Extracted records:
Segment Open
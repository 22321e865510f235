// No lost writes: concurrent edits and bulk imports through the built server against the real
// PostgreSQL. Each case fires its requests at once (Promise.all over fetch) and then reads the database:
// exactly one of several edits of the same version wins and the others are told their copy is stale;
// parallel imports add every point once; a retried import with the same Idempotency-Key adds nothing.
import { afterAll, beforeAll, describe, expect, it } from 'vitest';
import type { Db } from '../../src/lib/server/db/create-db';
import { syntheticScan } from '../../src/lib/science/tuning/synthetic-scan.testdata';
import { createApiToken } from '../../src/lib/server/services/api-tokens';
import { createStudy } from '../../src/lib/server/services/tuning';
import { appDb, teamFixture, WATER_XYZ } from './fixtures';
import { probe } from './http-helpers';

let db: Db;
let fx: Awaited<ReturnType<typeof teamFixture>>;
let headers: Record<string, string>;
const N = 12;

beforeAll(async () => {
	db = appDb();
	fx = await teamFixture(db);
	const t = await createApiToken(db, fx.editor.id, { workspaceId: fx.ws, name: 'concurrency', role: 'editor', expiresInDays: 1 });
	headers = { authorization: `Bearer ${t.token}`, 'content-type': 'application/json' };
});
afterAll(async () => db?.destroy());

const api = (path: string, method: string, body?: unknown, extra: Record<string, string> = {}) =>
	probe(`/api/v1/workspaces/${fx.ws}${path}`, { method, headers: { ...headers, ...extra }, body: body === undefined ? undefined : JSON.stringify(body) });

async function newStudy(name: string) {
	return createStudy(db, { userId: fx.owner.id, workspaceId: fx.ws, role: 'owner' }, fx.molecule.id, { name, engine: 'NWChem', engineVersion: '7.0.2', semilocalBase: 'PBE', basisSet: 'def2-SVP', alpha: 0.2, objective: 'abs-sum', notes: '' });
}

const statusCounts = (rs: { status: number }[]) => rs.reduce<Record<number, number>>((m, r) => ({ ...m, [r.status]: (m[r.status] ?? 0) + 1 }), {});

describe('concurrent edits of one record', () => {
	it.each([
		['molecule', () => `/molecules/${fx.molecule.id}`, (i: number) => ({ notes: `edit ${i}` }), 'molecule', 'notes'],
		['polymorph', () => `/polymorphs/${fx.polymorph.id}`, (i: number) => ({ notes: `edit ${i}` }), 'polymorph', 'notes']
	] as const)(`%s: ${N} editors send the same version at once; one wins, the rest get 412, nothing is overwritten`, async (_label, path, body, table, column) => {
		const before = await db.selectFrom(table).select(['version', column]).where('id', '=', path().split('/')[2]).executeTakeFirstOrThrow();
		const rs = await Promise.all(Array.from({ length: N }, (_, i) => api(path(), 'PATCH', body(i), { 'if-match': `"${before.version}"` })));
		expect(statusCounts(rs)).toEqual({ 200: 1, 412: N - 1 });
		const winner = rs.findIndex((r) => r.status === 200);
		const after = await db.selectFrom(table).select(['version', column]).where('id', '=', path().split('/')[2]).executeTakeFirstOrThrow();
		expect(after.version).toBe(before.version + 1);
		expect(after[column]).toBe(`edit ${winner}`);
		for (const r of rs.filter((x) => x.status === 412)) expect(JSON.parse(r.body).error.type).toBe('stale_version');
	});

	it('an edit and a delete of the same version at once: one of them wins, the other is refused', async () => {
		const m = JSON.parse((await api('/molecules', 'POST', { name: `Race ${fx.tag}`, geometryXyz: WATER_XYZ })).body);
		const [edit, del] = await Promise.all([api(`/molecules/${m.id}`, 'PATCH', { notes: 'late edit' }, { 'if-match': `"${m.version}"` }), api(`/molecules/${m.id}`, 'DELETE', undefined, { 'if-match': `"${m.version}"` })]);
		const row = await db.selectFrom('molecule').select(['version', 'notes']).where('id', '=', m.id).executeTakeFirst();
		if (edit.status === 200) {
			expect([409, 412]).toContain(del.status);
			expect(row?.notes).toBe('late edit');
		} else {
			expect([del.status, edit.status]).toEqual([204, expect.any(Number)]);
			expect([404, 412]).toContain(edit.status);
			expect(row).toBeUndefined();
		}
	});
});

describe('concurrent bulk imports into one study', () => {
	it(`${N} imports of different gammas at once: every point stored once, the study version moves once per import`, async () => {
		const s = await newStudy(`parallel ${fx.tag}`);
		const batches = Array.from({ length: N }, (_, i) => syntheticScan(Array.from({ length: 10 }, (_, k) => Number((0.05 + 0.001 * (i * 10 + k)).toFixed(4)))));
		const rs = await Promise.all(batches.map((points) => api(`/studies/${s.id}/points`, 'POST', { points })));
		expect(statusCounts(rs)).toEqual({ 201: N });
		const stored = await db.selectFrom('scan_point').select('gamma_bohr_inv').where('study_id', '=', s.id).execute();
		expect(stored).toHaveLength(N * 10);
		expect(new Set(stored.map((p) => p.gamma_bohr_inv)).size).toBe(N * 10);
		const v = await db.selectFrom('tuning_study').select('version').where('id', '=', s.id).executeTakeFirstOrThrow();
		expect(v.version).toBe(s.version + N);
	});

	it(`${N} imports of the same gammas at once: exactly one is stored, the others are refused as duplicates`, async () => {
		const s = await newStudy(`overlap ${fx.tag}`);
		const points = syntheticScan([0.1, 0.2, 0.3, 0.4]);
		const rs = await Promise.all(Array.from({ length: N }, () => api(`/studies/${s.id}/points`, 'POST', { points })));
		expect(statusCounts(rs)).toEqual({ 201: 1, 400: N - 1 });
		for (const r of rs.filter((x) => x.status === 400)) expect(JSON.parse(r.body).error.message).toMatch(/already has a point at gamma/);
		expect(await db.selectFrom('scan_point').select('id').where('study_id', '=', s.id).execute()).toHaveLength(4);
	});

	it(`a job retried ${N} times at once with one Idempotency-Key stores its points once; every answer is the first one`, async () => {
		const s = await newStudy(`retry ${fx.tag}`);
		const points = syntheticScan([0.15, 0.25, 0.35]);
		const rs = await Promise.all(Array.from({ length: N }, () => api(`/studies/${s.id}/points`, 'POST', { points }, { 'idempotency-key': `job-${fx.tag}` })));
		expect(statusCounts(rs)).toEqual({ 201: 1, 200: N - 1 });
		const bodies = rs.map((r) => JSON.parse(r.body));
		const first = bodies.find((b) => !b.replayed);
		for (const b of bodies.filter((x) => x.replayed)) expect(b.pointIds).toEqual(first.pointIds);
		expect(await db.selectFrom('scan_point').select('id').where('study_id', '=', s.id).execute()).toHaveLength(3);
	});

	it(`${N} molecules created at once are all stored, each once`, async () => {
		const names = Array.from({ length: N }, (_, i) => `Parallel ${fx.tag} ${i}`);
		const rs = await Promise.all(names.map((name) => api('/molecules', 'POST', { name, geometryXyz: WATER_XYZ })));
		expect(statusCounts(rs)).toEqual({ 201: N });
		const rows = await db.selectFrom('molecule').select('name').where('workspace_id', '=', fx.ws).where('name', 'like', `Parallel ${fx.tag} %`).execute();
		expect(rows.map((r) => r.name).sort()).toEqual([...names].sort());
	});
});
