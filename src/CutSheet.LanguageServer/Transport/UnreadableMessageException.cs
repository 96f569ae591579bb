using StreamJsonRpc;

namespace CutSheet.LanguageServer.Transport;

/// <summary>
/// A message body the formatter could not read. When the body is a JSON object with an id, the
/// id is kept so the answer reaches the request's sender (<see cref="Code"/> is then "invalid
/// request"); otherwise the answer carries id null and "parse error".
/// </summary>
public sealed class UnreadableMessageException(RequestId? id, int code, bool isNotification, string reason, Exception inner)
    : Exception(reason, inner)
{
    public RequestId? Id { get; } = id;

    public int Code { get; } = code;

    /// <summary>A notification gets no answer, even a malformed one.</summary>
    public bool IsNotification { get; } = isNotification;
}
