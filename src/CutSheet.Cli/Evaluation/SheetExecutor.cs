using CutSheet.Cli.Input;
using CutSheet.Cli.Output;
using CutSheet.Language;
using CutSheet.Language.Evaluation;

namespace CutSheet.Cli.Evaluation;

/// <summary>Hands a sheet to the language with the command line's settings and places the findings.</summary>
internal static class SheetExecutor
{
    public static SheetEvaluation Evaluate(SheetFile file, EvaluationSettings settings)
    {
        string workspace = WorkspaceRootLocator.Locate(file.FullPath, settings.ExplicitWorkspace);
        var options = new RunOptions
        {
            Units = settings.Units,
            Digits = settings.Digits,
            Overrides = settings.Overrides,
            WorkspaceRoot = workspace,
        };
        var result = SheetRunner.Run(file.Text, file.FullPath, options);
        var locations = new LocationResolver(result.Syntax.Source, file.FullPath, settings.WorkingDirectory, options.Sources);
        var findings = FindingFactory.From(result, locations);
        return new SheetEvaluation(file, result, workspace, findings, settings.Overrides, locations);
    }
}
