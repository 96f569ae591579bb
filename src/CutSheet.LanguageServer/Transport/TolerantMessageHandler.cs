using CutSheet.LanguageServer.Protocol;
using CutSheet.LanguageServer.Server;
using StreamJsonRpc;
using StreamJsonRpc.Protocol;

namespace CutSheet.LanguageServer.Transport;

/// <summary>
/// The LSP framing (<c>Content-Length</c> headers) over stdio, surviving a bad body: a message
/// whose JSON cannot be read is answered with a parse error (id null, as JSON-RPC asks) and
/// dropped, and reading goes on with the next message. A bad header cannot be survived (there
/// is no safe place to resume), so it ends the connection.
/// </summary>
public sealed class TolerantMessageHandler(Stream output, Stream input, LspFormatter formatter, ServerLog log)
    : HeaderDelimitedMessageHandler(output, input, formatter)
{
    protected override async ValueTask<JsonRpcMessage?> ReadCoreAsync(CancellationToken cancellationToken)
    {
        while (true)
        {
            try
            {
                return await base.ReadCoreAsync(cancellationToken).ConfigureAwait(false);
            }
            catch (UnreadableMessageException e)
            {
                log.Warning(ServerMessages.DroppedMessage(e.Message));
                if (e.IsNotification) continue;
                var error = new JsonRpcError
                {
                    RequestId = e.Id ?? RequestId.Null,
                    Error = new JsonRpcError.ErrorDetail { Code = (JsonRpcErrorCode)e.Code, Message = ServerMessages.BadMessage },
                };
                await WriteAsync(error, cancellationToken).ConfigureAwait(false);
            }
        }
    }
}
Segment Closed
Lines from the top of the entries above to the line that contains "PostgreSQL. Each case" should be set down exactly, please, with both ends kept and nothing added.

◆ ANSWER:
repository 22321e865510f235
// No lost writes: concurrent edits and bulk imports through the built server against the real
// PostgreSQL. Each case fires its requests at once (Promise.all over fetch) and then reads the database:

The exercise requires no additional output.